Interview with Donald M. Hess
The Hess Art Collection – Colomé, Argentina; Glen Carlou, South Africa; Napa, USA
What was the first artwork you bought and when?
In 1968, I purchased my first painting. It was "Twice Six and Nine" (1961) by Alfred Jensen. For a long time, it was hanging in my house. Often, when I came home after a hard day’s work, I would sit in front of the painting, with a glass of good red wine, and look at it. I always loved the vivid colors and the strong brush strokes.
Pondering the problems that I had to deal with in the office, I thought: "The artist created such a masterly order. Every color is carefully chosen and placed at the perfect place. Why could I not take it as an inspiration? Each of the open issues of my business problems could stay for a color square. If I find the accurate order, place each square at its right place, I may find a good solution."
Does your collection follow a concept or a specific theme?
There is not a specific theme or school I am collecting. Still, there are three criteria: First, I only purchase art from living artists. Second, I like to collect in depth. It means that I am following an artist’s work over a long period of time and I buy works from different periods of the artist’s career. Thus, I assemble a representative group of work, comprising up to 40 pieces. And third, it is a limited number of artists I follow at a time, only about 15 to 20. It provides the opportunity to concentrate on their work.

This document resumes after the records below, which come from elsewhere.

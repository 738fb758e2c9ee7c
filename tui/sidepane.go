package tui

import (
	"fmt"
	"strings"

	"github.com/charmbracelet/lipgloss"

	"isofield/survey/qa"
	"isofield/tui/mapview"
)

// sidePane shows the readout at the cursor and the legend. It has no keys
// of its own.
type sidePane struct {
	styles        Styles
	width, height int
}

func newSidePane(st Styles) sidePane { return sidePane{styles: st} }

// SetSize sets the outer size, borders included.
func (p sidePane) SetSize(w, h int) sidePane {
	p.width, p.height = w, h
	return p
}

// View renders the pane for the scene at probe pr.
func (p sidePane) View(sc *scene, pr probe, mp mapPane) string {
	st := p.styles
	fw, fh := st.Panel.GetFrameSize()
	inner := max(p.width-fw, 8)
	lines := p.readout(sc, pr, inner)
	room := max(p.height-fh-len(lines), 0)
	legend, whole := p.legend(sc, mp, inner, room)
	if whole && len(legend) < room { // a blank line between, when there is room
		lines = append(lines, "")
	}
	lines = append(lines, legend...)
	if len(lines) > p.height-fh {
		lines = lines[:max(p.height-fh, 0)]
	}
	body := strings.Join(lines, "\n")
	return st.Panel.Width(p.width - fw + st.Panel.GetHorizontalPadding()).
		Height(max(p.height-fh, 0)).MaxHeight(p.height).Render(body)
}

// row shows a labelled value, continued on further lines under the value
// when it is too long for one.
func (p sidePane) row(label, value string, w int) []string {
	st := p.styles
	parts := []string{value}
	if lipgloss.Width(value) > w-6 {
		parts = wrap(value, max(w-6, 8))
	}
	out := make([]string, len(parts))
	for i, v := range parts {
		l := ""
		if i == 0 {
			l = label
		}
		out[i] = truncate(st.Label.Render(fmt.Sprintf("%-5s", l))+" "+st.Value.Render(strings.TrimRight(v, " ")), w)
	}
	return out
}

// truncate cuts s to w cells.
func truncate(s string, w int) string {
	if lipgloss.Width(s) <= w {
		return s
	}
	return lipgloss.NewStyle().MaxWidth(w).Render(s)
}

// readout lists the values at the cursor.
func (p sidePane) readout(sc *scene, pr probe, w int) []string {
	st := p.styles
	out := append([]string{st.PanelTitle.Render("At cursor")}, p.row("x,y", fixed(pr.X)+", "+fixed(pr.Y)+" m", w)...)
	if !pr.Inside {
		out = append(out, p.row("V", "outside the surveyed area", w)...)
	} else {
		out = append(out, p.row("V", sc.vUnit.with(pr.V), w)...)
		e := hypot(pr.EX, pr.EY)
		b, name := bearing(pr.EX, pr.EY)
		out = append(out, p.row("|E|", fmt.Sprintf("%s → %03.0f° %s", sc.eUnit.with(e), b, name), w)...)
		if pr.HasStep {
			step := sc.stepUnit.with(pr.StepValue) + " over 1 m"
			if sc.stepLimit > 0 {
				share := fmt.Sprintf("%.0f%%", 100*pr.StepValue/sc.stepLimit)
				if pr.StepValue < 0.01*sc.stepLimit {
					share = "under 1%"
				}
				step += fmt.Sprintf(" (%s of the tolerable %s)", share, sc.stepUnit.with(sc.stepLimit))
			}
			out = append(out, p.row("step", step, w)...)
		}
		out = append(out, p.row("band", sc.bandLabel(pr.Band), w)...)
	}
	if pr.Nearest >= 0 {
		out = append(out, p.row("near", sc.readingLabel(pr.Nearest, pr.NearDist), w)...)
	}
	if pr.Zone >= 0 && pr.Zone < len(sc.zones) {
		z := sc.zones[pr.Zone]
		out = append(out, p.row("zone", fmt.Sprintf("#%d of %d, %s m²", z.Rank, len(sc.zones), num(z.Area)), w)...)
	}
	return out
}

// readingLabel names reading i with its distance, value and status.
func (sc *scene) readingLabel(i int, dist float64) string {
	r := sc.res.Survey.Readings[i]
	id := r.ID
	if id == "" {
		id = fmt.Sprintf("line %d", r.Line0)
	}
	status, v := qa.OK, r.V
	if q := sc.res.QA; q != nil && i < len(q.Status) && i < len(q.Corrected) {
		status, v = q.Status[i], q.Corrected[i]
	}
	// The corrected value is the one gridded (drift, reference and current
	// scaling applied); the value as read follows when they differ.
	out := fmt.Sprintf("%s %s, %.1f m", id, sc.vUnit.with(v), dist)
	if v != r.V {
		read := sc.vUnit.num(r.V) // the same unit goes without saying
		if ou := sc.stats.origUnit; ou.name != sc.vUnit.name || ou.scale != sc.vUnit.scale {
			read = ou.with(r.V)
		}
		out += " (read " + read + ")"
	}
	if status != qa.OK {
		out += " " + status.String()
	}
	return out
}

// legend lists the bands of the base layer, highest first, in at most room
// lines, followed by the criterion (at most three lines). Bands that do
// not fit one a line go two a line; if even that is too long, an evenly
// spread choice is shown and the title says so; whole reports that every
// band is listed.
func (p sidePane) legend(sc *scene, mp mapPane, w, room int) (lines []string, whole bool) {
	st := p.styles
	b, _, ok := mp.renderer.BaseBands(sc.data, mp.view)
	if !ok || room < 2 {
		return nil, false
	}
	unit, what := sc.vUnit, "potential"
	if mp.view.Layers&mapview.LayerField != 0 {
		unit, what = sc.eUnit, "field |E|"
	}
	n := b.N()
	crit := wrap(sc.criterion, w)
	// The criterion gets the lines the bands leave, at least three.
	crit = crit[:min(len(crit), max(room-1-n, 3), max(room-3, 0))]
	show := max(room-1-len(crit), 1)
	entries := make([]string, 0, n)
	widest := 0
	for k := n - 1; k >= 0; k-- {
		e := p.swatch(sc, mp, k) + " " + unit.num(b.Edges[k]) + " … " + unit.num(b.Edges[k+1])
		entries = append(entries, e)
		widest = max(widest, lipgloss.Width(e))
	}
	title := st.PanelTitle.Render("Legend ") + st.Label.Render(what+", "+unit.name)
	var body []string
	whole = true
	switch {
	case n <= show:
		body = entries
	case (n+1)/2 <= show && 2*widest+2 <= w:
		for i := 0; i < n; i += 2 {
			l := pad(entries[i], widest+2)
			if i+1 < n {
				l += entries[i+1]
			}
			body = append(body, l)
		}
	default:
		title += st.Label.Render(fmt.Sprintf(" %d/%d", show, n))
		whole = false
		for i := range show {
			body = append(body, entries[i*(n-1)/max(show-1, 1)])
		}
	}
	out := []string{truncate(title, w)}
	for _, l := range body {
		out = append(out, truncate(l, w))
	}
	for _, l := range crit {
		out = append(out, st.Faint.Render(l))
	}
	return out, whole
}

// swatch returns two cells in band k's colour and glyph.
func (p sidePane) swatch(sc *scene, mp mapPane, k int) string {
	g := string(mp.renderer.BandGlyph(sc.data, mp.view, k))
	cells := g + g
	if !p.styles.Colour {
		return cells
	}
	c := mp.renderer.BandColour(sc.data, mp.view, k)
	return p.styles.Renderer.NewStyle().Background(lipgloss.Color(c.Hex())).
		Foreground(lipgloss.Color(mapview.Ink(c).Hex())).Render(cells)
}

// wrap breaks s into lines of at most w cells at spaces.
func wrap(s string, w int) []string {
	if s == "" {
		return nil
	}
	return strings.Split(lipgloss.NewStyle().Width(w).Render(s), "\n")
}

I never bought an artwork at first sight, because it is essential to look at a work for quite a while. It happens that I wake up at night – normally, I sleep like a log – and think about the artwork. One inner voice would ask me to sleep, because I have to be fit for the next day, but the other one keeps me awake to tell me all the compelling aspects of the artwork I have seen. This is a clear sign that I am really touched and need to purchase the piece. Therefore, the art of the Hess Art Collection is a very personal selection of what I have encountered in the last 45 years.
Which artists do you follow at the moment?
After I spent many years in Argentina, building the Colomé vineyards and the James Turrell Museum, I lost contact with many gallery owners and artists. The more, all the walls of my home are full of art, and we run three museums showing major parts of the Hess Art Collection. I try to keep informed about the activities of the artists, which are already represented in the Hess Art Collection. But I am not actively looking for new artists.
An artist I have been following for a long time is Lynn Hershman Leeson from San Francisco. I was the first collector who bought her work, and it is satisfying to see her fame grow. I always loved the powerful paintings by Ouattara Watts. The Polish artist Magdalena Abakanowicz was an early discovery in my life as a collector. We own 17 of her remarkable works; I think I was among the first collectors to buy her work.
Unfortunately, it is difficult to find works of art by the Japanese artist Shigeo Toya. I will never forget how I purchased the first of Toya’s paintings. He didn’t want to sell the painting, because it was the last of a series of just three paintings on wood. I was disappointed even if I could understand the reason. We went to a restaurant and Toya ordered a big bottle of sake. Only after we had eaten and emptied the whole bottle, he said: "You are a friend, I will sell you the painting." Marco Schuler and Friederike von Rauch, both German, belong to a younger generation. I started to collect their work some years ago. And the last artist I would like to mention is Andy Goldsworthy, we have works created from 1977 to 2000.
Do you have a personal relationship with the artists you collect?
It would be great to collect paintings by artists like Vincent van Gogh or Théodore Géricault. But, you see, I cannot have lunch with them. It is very important to me to get acquainted with the artists.
I want to learn about the circumstances of production, the thoughts and emotions that triggered the artwork. Happily, some of the contacts grew into lifelong friendships. Artists look at the world differently. They have the sensitivity to perceive the sore spots of our society, but also the preciousness of the world. Works of art are often a mirror of our time and provoke the viewer to see and think about it more profoundly. Discussing with my artist friends has always been enriching and widening my own perspective.
Why did you decide to make your collection publicly accessible?
I truly believe contemporary art should be made available to the widest possible audience, and that collectors have a responsibility to make their collections accessible to the public to the best of their ability.
We are running three museums, all of them connected to one of the Hess Family’s wineries: In 1989, we inaugurated the Hess Art Museum at The Hess Collection Winery in Napa (USA), in 2006 the one at the Glen Carlou Winery in Paarl (South Africa), and in 2009 the James Turrell Museum in Colomé (Argentina). The entry is for free, so everybody is able to visit the museums.
Which publicly accessible private collection would you recommend visiting?
The museum that comes to my mind is the Phillips Collection, Washington, DC. I recently visited it and was impressed by the grandeur of the collection. In Switzerland, I would highly recommend the Fondation Beyeler with its outstanding exhibition program.